The branch, master has been updated
       via  e6635ada646b9ca65355a7904000103e1a0bd31e (commit)
      from  85e8e590015e918462031cac21c9c5862a1776b8 (commit)


- Log -----------------------------------------------------------------
commit e6635ada646b9ca65355a7904000103e1a0bd31e
Author:     Kacper Michajłow <kasper93 at gmail.com>
AuthorDate: Wed Aug 6 18:16:08 2025 +0200
Commit:     Kacper Michajłow <kasper93 at gmail.com>
CommitDate: Mon Aug 11 17:39:23 2025 +0000

    avfilter/vf_colordetect: optimize C functions a bit
    
    They are used to process tail, so it's still good to have them faster.
    Even if AVX version are used.
    
    GCC 14.2.0 | x86_64 (default config) | Before:
    
    detect_alpha_8_full_c:                                3803.0 ( 1.00x)
    detect_alpha_8_full_avx2:                              166.4 (22.86x)
    detect_alpha_8_full_avx512icl:                         144.2 (26.37x)
    detect_alpha_8_limited_c:                            10454.4 ( 1.00x)
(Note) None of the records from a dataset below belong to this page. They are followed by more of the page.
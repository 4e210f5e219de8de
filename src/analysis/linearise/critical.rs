//! Which eigenvalues are taken for critical: by proof where there is one, else by how much they may be off.

use nalgebra::Complex;

use super::place::{Border, Side};
use super::proof::Proof;
use crate::num::eigen::Spectrum;
use crate::num::interval::Interval;

/// The backward error of computed eigenvalues, in units of the last place of the balanced matrix's largest entry, for
/// each row: several times what orthogonal iterations show (Higham 2002, ch. 19 and 21, speaks of a modest multiple).
const BACKWARD: f64 = 4.0;

/// Rounds of balancing; each brings rows and columns nearer to one size.
const BALANCINGS: usize = 4;

/// What an eigenvalue may be off by, to first order: |w|ᵀ E |v| / |wᴴ v| with E what the entries may be off and the backward
/// error (Wilkinson 1965, ch. 2). Independent of the units of the species.
///
/// A defective eigenvalue has no such bound; none is taken larger than the square root that a double one has.
pub(super) fn errors(numbers: &[f64], enclosure: &[Interval], spectrum: &Spectrum) -> Vec<f64> {
    let n = spectrum.values.len();
    // Of the model as written, of which the numbers need not be the middle.
    let radius = |k: usize| enclosure.get(k).map_or(0.0, |&entry| (entry - Interval::point(numbers[k])).mag());
    let scale = balanced(numbers, n);
    let rounding = Rounding::new(numbers, &scale);
    let uncertain = (0..n * n).map(|k| radius(k) * scale[k % n] / scale[k / n]).fold(0.0, f64::max);
    let most = rounding.most(uncertain);
    let error = |k: usize| {
        let Some(vectors) = &spectrum.vectors else { return most };
        let size = |of: &[Complex<f64>], i: usize| modulus(of[i * n + k]);
        // Rounding is of rank one, so its part of the double sum is a product of two.
        let left: f64 = (0..n).map(|i| size(&vectors.left, i) * scale[i]).sum();
        let right: f64 = (0..n).map(|j| size(&vectors.right, j) / scale[j]).sum();
        let through = |i: usize| -> f64 { (0..n).map(|j| radius(i * n + j) * size(&vectors.right, j)).sum() };
        let spread: f64 =
            if enclosure.is_empty() { 0.0 } else { (0..n).map(|i| size(&vectors.left, i) * through(i)).sum() };
        let bound = vectors.condition[k] * (spread + rounding.share * rounding.largest * (left * right));
        // An infinite condition may have met a sum of 0.
        if bound.is_nan() { most } else { bound.min(most) }
    };
    (0..n).map(error).collect()
}

/// What rounding does to a balanced matrix.
pub(super) struct Rounding {
    n: usize,
    /// The largest entry.
    pub(super) largest: f64,
    /// Of it, what all entries together may be off.
    pub(super) share: f64,
}

impl Rounding {
    pub(super) fn new(numbers: &[f64], scale: &[f64]) -> Self {
        let n = scale.len();
        let size = |k: usize| numbers[k].abs() * scale[k % n] / scale[k / n];
        Self { n, largest: (0..n * n).map(size).fold(0.0, f64::max), share: BACKWARD * n as f64 * f64::EPSILON }
    }

    /// What no eigenvalue is taken to be off by more than: the square root that a double one has, for entries that are
    /// `uncertain` besides.
    pub(super) fn most(&self, uncertain: f64) -> f64 {
        // The roots apart, for their product may overflow.
        (self.n as f64 * (self.share * self.largest + uncertain)).sqrt() * self.largest.sqrt()
    }
}

/// |z|, the slow way only where squares may be too small.
fn modulus(z: Complex<f64>) -> f64 {
    let square = z.norm_sqr();
    if square > 1e-280 { square.sqrt() } else { z.norm() }
}

/// Sizes of the species by which rows and columns come to like norms (Parlett & Reinsch 1969), powers of two.
pub(super) fn balanced(numbers: &[f64], n: usize) -> Vec<f64> {
    let mut scale = vec![1.0f64; n];
    for _ in 0..BALANCINGS {
        for i in 0..n {
            let others = (0..n).filter(|&j| j != i);
            let [row, column] = others.fold([0.0f64; 2], |[row, column], j| {
                let [to, from] = [numbers[i * n + j], numbers[j * n + i]];
                [row.max(to.abs() * scale[j]), column.max(from.abs() / scale[j])]
            });
            if row > 0.0 && column > 0.0 {
                // row/s = column·s for the new size s.
                scale[i] = (row.log2() / 2.0 - column.log2() / 2.0).round().clamp(-500.0, 500.0).exp2();
            }
        }
    }
    scale
}

/// How far above the border an eigenvalue lies.
pub(super) fn excess(value: Complex<f64>, border: Border) -> f64 {
    match border {
        Border::Axis => value.re,
        Border::Circle => value.norm() - 1.0,
    }
}

/// The side of each eigenvalue, in the order of the spectrum: leading ones first.
///
/// A proof says how many lie above and below; those are the first and the last. Of the others as many as are proved to be
/// critical are those nearest to the border; the rest are critical where their distance is within their error.
pub(super) fn sides(spectrum: &Spectrum, errors: &[f64], proof: &Proof, border: Border) -> Vec<Side> {
    let n = spectrum.values.len();
    let excess: Vec<f64> = spectrum.values.iter().map(|&value| excess(value, border)).collect();
    let mut sides = vec![Side::Unknown; n];
    sides[..proof.above].fill(Side::Above);
    sides[n - proof.below..].fill(Side::Below);
    let mut open: Vec<usize> = (0..n).filter(|&k| sides[k] == Side::Unknown).collect();
    open.sort_by(|&a, &b| excess[a].abs().total_cmp(&excess[b].abs()));
    for (place, k) in open.into_iter().enumerate() {
        sides[k] = if place < proof.critical || excess[k].abs() <= errors[k] {
            Side::Critical
        } else if excess[k] > 0.0 {
            Side::Above
        } else {
            Side::Below
        };
    }
    sides
}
    detect_alpha_8_limited_avx2:                           616.5 (16.96x)
    detect_alpha_8_limited_avx512icl:                      509.4 (20.52x)
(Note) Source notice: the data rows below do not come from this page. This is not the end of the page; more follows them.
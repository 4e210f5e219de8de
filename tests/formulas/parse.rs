//! Formulas: precedence by hand-computed values, the messages for the usual slips, and parse ∘ print = identity.

use proptest::prelude::*;
use restpoint::diag::Span;
use restpoint::expr::ast::{BinaryOp, Builtin, Expr, ExprKind};
use restpoint::expr::builtin::BUILTINS;
use restpoint::expr::parse::{DEEPEST_NESTING, HIGHEST_TREE, parse};

/// Value of a formula without functions, by the rules of arithmetic alone.
fn value(expr: &Expr, n: f64) -> f64 {
    match &expr.kind {
        ExprKind::Number(value) => *value,
        ExprKind::Name(_) => n,
        ExprKind::Neg(a) => -value(a, n),
        ExprKind::Binary(op, a, b) => {
            let (a, b) = (value(a, n), value(b, n));
            match op {
                BinaryOp::Add => a + b,
                BinaryOp::Sub => a - b,
                BinaryOp::Mul => a * b,
                BinaryOp::Div => a / b,
                BinaryOp::Pow => a.powf(b),
            }
        }
        ExprKind::Call(..) | ExprKind::Hole => f64::NAN,
    }
}

#[test]
fn precedence_and_associativity() {
    let check = |text: &str, expected: f64| {
        let (expr, slips) = parse(text);
        assert!(slips.is_empty(), "{text}: {slips:?}");
        assert_eq!(value(&expr, 3.0), expected, "{text} at N = 3");
    };
    check("-N^2", -9.0);
    check("2^3^2", 512.0);
    check("2^-1", 0.5);
    check("-2^-N", -0.125);
    check("2 - 3 - 4", -5.0);
    check("12/2/3", 2.0);
    check("2*N^2/6", 3.0);
    check("2 + 3*4", 14.0);
    check("(2 + 3)*4", 20.0);
    check("2*-N", -6.0);
    check("--N", 3.0);
    check("1.5e-3*1e3", 1.5);
    check(".5*N + 1.", 2.5);
    check("6/2*3", 9.0);
    check("1 - -1", 2.0);
}

const MISSING: &str = "an operator is missing between these two";
const PUT: &str = "put a number, a name or a parenthesis between the two operators";
const HOLD: &str = "formulas hold numbers, names, + - * / ^, parentheses and functions";
const SWITCH: &str = "formulas have no comparisons: switch smoothly with ramp(x, lo, hi), min, max or clamp";

/// A formula with one slip, where the slip is, what is said of it, and what to do.
const SLIPS: &[[&str; 4]] = &[
    ["2N", "2N", MISSING, "write 2*N"],
    ["r*2 N", "r*2 N", MISSING, "write an operator between them, * for a product"],
    ["r S", "r S", MISSING, "write an operator between them, * for a product"],
    ["(1 - N)(2 + N)", "(1 - N)(", MISSING, "write a * between them"],
    ["N**2", "**", "\"**\" is not an operator", "write a power as a^b"],
    ["N(1-N)", "N", "\"N\" is not a function", "for a product write N*(…)"],
    [
        "r*log(N)",
        "log",
        "\"log\" is not a function",
        "write ln(x) for the natural logarithm, log10(x) for the decimal one",
    ],
    ["sqr(N)", "sqr", "\"sqr\" is not a function", "did you mean \"sqrt\"? For a product write sqr*(…)"],
    ["r*(1 - N/K", "(", "this parenthesis is never closed", "add the missing \")\""],
    ["r*1 - N)", ")", "no parenthesis is open here", "remove this \")\""],
    ["1,5*N", "1,5", "a comma stands where a decimal point belongs", "write a decimal point: \"1.5\", not \"1,5\""],
    ["r*N +", "", "the formula breaks off here", "something must follow the last operator"],
    ["r*/N", "/", "an operand is missing before this operator", PUT],
    ["exp()", "exp()", "\"exp\" takes 1 argument, and 0 stand here", "write exp(x): e to the power x"],
    [
        "holling2(N, a)",
        "holling2(N, a)",
        "\"holling2\" takes 3 arguments, and 2 stand here",
        "write holling2(N, a, h): a*N/(1 + a*h*N)",
    ],
    [
        "exp(1,5)",
        "exp(1,5)",
        "\"exp\" takes 1 argument, and 2 stand here",
        "write exp(x): e to the power x; a decimal comma must be a point",
    ],
    ["a − b", "−", "this dash is not a minus sign", "write the plain hyphen \"-\""],
    ["a × b", "×", "\"×\" is not an operator here", "write \"*\""],
    ["5% * N", "%", "\"%\" is not part of a formula", "write 5 % as 0.05"],
    ["N > 3", ">", "\">\" is not part of a formula", SWITCH],
    ["[N]*2", "[", "\"[\" is not part of a formula", "use the parentheses ( and )"],
    ["1e999", "1e999", "this number is too large", "the largest number is about 1.8e308; choose larger units"],
    ["", "", "the formula is empty", "write 0 if nothing is meant"],
    ["a\u{200b}b", "\u{200b}", "the invisible character U+200B is not part of a formula", HOLD],
    ["+N", "+", "a sign \"+\" before a term is not needed", "leave it out"],
    ["min(a; b)", ";", "arguments are separated by commas", "write \",\"; a decimal comma must be a point"],
    [
        "(a, b)",
        ",",
        "a comma does not belong here",
        "commas stand only between the arguments of a function; a decimal comma must be a point",
    ],
    ["min(a, )", ")", "an operand is missing before this", "put a number, a name or a parenthesis there"],
    ["r*N'", "'", "the quotation mark ' is not part of a formula", "remove it"],
    ["2*& + N", "&", "\"&\" is not part of a formula", HOLD],
];

#[test]
fn slips_are_named_and_placed() {
    for [text, at, message, help] in SLIPS {
        let (_, slips) = parse(text);
        let [slip] = &slips[..] else { panic!("{text}: one slip, not {slips:#?}") };
        assert_eq!(&text[slip.span.start..slip.span.end], *at, "{text}");
        assert_eq!((slip.message.as_str(), slip.help.as_str()), (*message, *help), "{text}");
        assert!(!slip.expected.is_empty(), "{text}");
    }
}

#[test]
fn every_slip_is_reported_not_the_first_alone() {
    let (_, slips) = parse("2N + 3M - log(x) + N**2");
    assert_eq!(slips.len(), 4, "{slips:#?}");
}

#[test]
fn reading_goes_on_behind_what_does_not_belong() {
    let check = |text: &str, expected: &[&str]| {
        let messages: Vec<String> = parse(text).1.into_iter().map(|slip| slip.message).collect();
        assert_eq!(messages, expected, "{text}");
    };
    check("r & ** N", &["\"&\" is not part of a formula"]);
    check("r & * / N", &["\"&\" is not part of a formula", "an operand is missing before this operator"]);
    check("dN/dt == 2*N", &["\"=\" is not part of a formula"]);
    check("r, 2N", &["a comma does not belong here", "an operator is missing between these two"]);
}

#[test]
fn limits_hold_without_a_stack_overflow() {
    let refused = |text: &str, message: &str| {
        let (_, slips) = parse(text);
        assert_eq!(slips.len(), 1, "{:?}", &slips[..slips.len().min(3)]);
        assert_eq!(slips[0].message, message);
    };
    let deep = format!("the formula is nested more than {DEEPEST_NESTING} deep");
    refused(&("(".repeat(500_000) + "1"), &deep);
    refused(&("-".repeat(500_000) + "1"), &deep);
    refused(&("2^".repeat(500_000) + "1"), &deep);
    refused(&("exp(".repeat(500_000) + "1"), &deep);
    refused(&("1+".repeat(500_000) + "1"), &format!("the formula has more than {HIGHEST_TREE} operators in a row"));
    refused(&("2*".repeat(500_000) + "1"), &format!("the formula has more than {HIGHEST_TREE} operators in a row"));
    let fits = "(".repeat(DEEPEST_NESTING) + "1" + &")".repeat(DEEPEST_NESTING);
    assert!(parse(&fits).1.is_empty());
}

fn without_spans(mut expr: Expr) -> Expr {
    fn clear(expr: &mut Expr) {
        expr.span = Span::default();
        match &mut expr.kind {
            ExprKind::Neg(a) => clear(a),
            ExprKind::Binary(_, a, b) => {
                clear(a);
                clear(b);
            }
            ExprKind::Call(_, arguments) => arguments.iter_mut().for_each(clear),
            _ => {}
        }
    }
    clear(&mut expr);
    expr
}

fn bare(kind: ExprKind) -> Expr {
    Expr { kind, span: Span::default() }
}

fn any_expr() -> impl Strategy<Value = Expr> {
    let number = prop_oneof![
        (0u32..1000).prop_map(f64::from),
        (0.0f64..1.0),
        (0u64..0x7ff0_0000_0000_0000).prop_map(f64::from_bits),
    ];
    let leaf = prop_oneof![
        number.prop_map(|value| bare(ExprKind::Number(value))),
        prop_oneof![Just("N"), Just("K"), Just("β"), Just("a_1"), Just("exp"), Just("e")]
            .prop_map(|name| bare(ExprKind::Name(name.into()))),
    ];
    leaf.prop_recursive(6, 48, 3, |inner| {
        let op = prop_oneof![
            Just(BinaryOp::Add),
            Just(BinaryOp::Sub),
            Just(BinaryOp::Mul),
            Just(BinaryOp::Div),
            Just(BinaryOp::Pow)
        ];
        prop_oneof![
            inner.clone().prop_map(|a| bare(ExprKind::Neg(Box::new(a)))),
            (op, inner.clone(), inner.clone()).prop_map(|(op, a, b)| bare(ExprKind::Binary(
                op,
                Box::new(a),
                Box::new(b)
            ))),
            (0..BUILTINS.len(), proptest::collection::vec(inner, 3)).prop_map(|(which, mut arguments)| {
                let row = &BUILTINS[which];
                arguments.truncate(row.arguments.len());
                bare(ExprKind::Call(row.builtin, arguments))
            }),
        ]
    })
}

proptest! {
    #![proptest_config(ProptestConfig::with_cases(2_000))]

    #[test]
    fn what_is_printed_reads_back_as_the_same_tree(expr in any_expr()) {
        let text = expr.to_string();
        let (read, slips) = parse(&text);
        prop_assert!(slips.is_empty(), "{text}: {slips:?}");
        prop_assert_eq!(without_spans(read), expr, "{}", text);
    }

    #[test]
    fn any_text_is_read_without_a_panic(text in "[-+*/^(),.0-9eENKmin βé%=\\u{0}-\\u{ff}]{0,40}") {
        let (expr, slips) = parse(&text);
        let mut holes = 0;
        expr.walk(&mut |part| holes += usize::from(part.kind == ExprKind::Hole));
        prop_assert!(slips.is_empty() <= (holes == 0), "a hole without a message in {text:?}");
        for slip in slips {
            prop_assert!(slip.span.start <= slip.span.end && text.get(slip.span.start..slip.span.end).is_some());
        }
    }
}

#[test]
fn every_function_is_read_by_its_name() {
    for row in BUILTINS {
        let text = format!("{}({})", row.name, row.arguments.join(", "));
        let (expr, slips) = parse(&text);
        assert!(slips.is_empty(), "{text}");
        assert!(matches!(expr.kind, ExprKind::Call(found, _) if found == row.builtin), "{text}");
    }
    assert_eq!(Builtin::by_name("log"), None);
}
    detect_alpha_16_full_c:                               1903.0 ( 1.00x)
    detect_alpha_16_full_avx2:                             172.4 (11.04x)
    detect_alpha_16_full_avx512icl:                        163.4 (11.65x)
    detect_alpha_16_limited_c:                            3703.6 ( 1.00x)
    detect_alpha_16_limited_avx2:                          644.4 ( 5.75x)
    detect_alpha_16_limited_avx512icl:                     558.0 ( 6.64x)
    detect_range_8_c:                                     5855.9 ( 1.00x)
    detect_range_8_avx2:                                   150.4 (38.94x)
    detect_range_8_avx512icl:                              146.7 (39.91x)
    detect_range_16_c:                                    2702.2 ( 1.00x)
    detect_range_16_avx2:                                  256.7 (10.53x)
    detect_range_16_avx512icl:                             116.8 (23.13x)
    
    GCC 14.2.0 | x86_64 (default config) | After:
    
    detect_alpha_8_full_c:                                 376.3 ( 1.00x)
    detect_alpha_8_full_avx2:                              169.2 ( 2.22x)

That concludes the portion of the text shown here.